Что-то в ее словах цепляет меня. Я уверена, что она, таким образом, высказала угрозу, пусть и смехотворную, но мысль продолжает крутиться у меня в голове. Что-то здесь не так. Она могла иметь в виду не Товарищество. Другую угнетенную группу.
Оглядываюсь по сторонам. Лихачи, бесфракционники. Я начинаю замечать закономерность.
– Кристина, – шепчу я. – У бесфракционников все оружие.
Она нахмуривается.
Я вспоминаю, как Тереза забрала пистолет у Юрайи, хотя у нее и был свой. Вспоминаю сжатые губы Тобиаса, когда я спросила его насчет вынужденного союза Лихачества и бесфракционников. Он чего-то недоговаривал.
В вестибюле появляется Эвелин. Она шествует с величественным видом, будто королева, которая возвращается на трон. Тобиаса нет рядом с ней. Где он?
Эвелин становится у стола, на котором лежит тело Джанин Мэтьюз. К ней, хромая, бредет Эдвард. Эвелин достает пистолет и стреляет в остатки портрета Джанин.
Воцаряется тишина. Она бросает оружие на стол рядом с трупом.

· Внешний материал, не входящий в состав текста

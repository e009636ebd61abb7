"""Writes quantized_lowpass.json: a 100 Hz, Q 0.707 low-pass at 48 kHz (bilinear,
prewarped at f0 = the audio EQ cookbook formulas), its coefficients rounded to Q15
and Q31 integers, and the poles and DC gain of the rounded coefficients.

Run: python3 tests/reference/quantized_lowpass.py  (numpy, scipy)
"""
import json
import math
import os

import numpy as np
import scipy
import scipy.signal

RATE, F0, Q = 48000.0, 100.0, 0.707


def cookbook_lowpass(f0, q, rate):
    w0 = 2 * math.pi * f0 / rate
    alpha = math.sin(w0) / (2 * q)
    cw = math.cos(w0)
    a0 = 1 + alpha
    b = [(1 - cw) / 2 / a0, (1 - cw) / a0, (1 - cw) / 2 / a0]
    a = [-2 * cw / a0, (1 - alpha) / a0]
    return b, a


def describe(b, a):
    poles = np.roots([1.0, a[0], a[1]])
    p = poles[np.argmax(poles.imag)]
    w, h = scipy.signal.freqz(b, [1.0, a[0], a[1]], worN=[0.0, 2 * math.pi * F0 / RATE])
    return {
        "pole_radius": float(abs(p)),
        "pole_freq_hz": float(abs(np.angle(p)) * RATE / (2 * math.pi)),
        "dc_gain_db": float(20 * math.log10(abs(h[0]))),
    }


def rounded(values, frac):
    # numpy rounds half to even, like tonewright's coefficient rounding.
    return [int(v) for v in np.round(np.array(values) * 2.0**frac)]


b, a = cookbook_lowpass(F0, Q, RATE)
out = {
    "generated": "tests/reference/quantized_lowpass.py; scipy %s, numpy %s; do not edit"
    % (scipy.__version__, np.__version__),
    "rate": RATE, "f0": F0, "q": Q,
    "b": b, "a": a,
    "float": describe(b, a),
}
# Q15: a needs Q2.14 (|a1| close to 2). The textbook split stores b in Q1.15 and a in
# Q2.14; tonewright uses one scale per section, so b is also given in Q2.14.
# Q31: the same with 32-bit words (Q1.31 / Q2.30).
for name, bits in (("q15", 16), ("q31", 32)):
    fa = bits - 2
    a_int = rounded(a, fa)
    b_split = rounded(b, bits - 1)
    b_common = rounded(b, fa)
    common = describe([v / 2.0**fa for v in b_common], [v / 2.0**fa for v in a_int])
    split = describe([v / 2.0 ** (bits - 1) for v in b_split], [v / 2.0**fa for v in a_int])
    out[name] = {
        "a_frac": fa, "a": a_int,
        "b_split_frac": bits - 1, "b_split": b_split, "split": split,
        "b_common": b_common, "common": common,
    }

path = os.path.join(os.path.dirname(os.path.abspath(__file__)), "quantized_lowpass.json")
with open(path, "w") as f:
    json.dump(out, f, indent=1)
    f.write("\n")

– Благодарю – изрекает Эвелин. – Уверена, вам интересно узнать, что будет дальше. Сейчас я все вам расскажу.
Тори выпрямляется, сидя на стуле, и наклоняется в сторону Эвелин, будто что-то хочет сказать, но та не обращает на нее внимания.
– Система фракций, долгое время существовавшая ради себя самой на плечах отверженных человеческих существ, будет уничтожена, – произносит Эвелин. – Мы понимаем, такие перемены будут трудны для вас, но…
– Мы? – ошеломленно переспрашивает Тори. – О чем ты говоришь, отверженная?
– Я имею в виду, – отвечает Эвелин, наконец-то посмотрев на Тори, – что ваша фракция, которая пару недель вместе с эрудитами кричала об ограничении поставок пищи и предметов первой необходимости бесфракционникам, фракция, которая помогла уничтожить Альтруизм, – более не существует.
И слегка улыбается.
– Если вы решите поднять против нас оружие, то столкнетесь с тем фактом, что вам нечего взять в руки, – добавляет она.
И бесфракционники дружно поднимают пистолеты. Люди равномерно распределены по периметру зала и по лестницам. Мы окружены.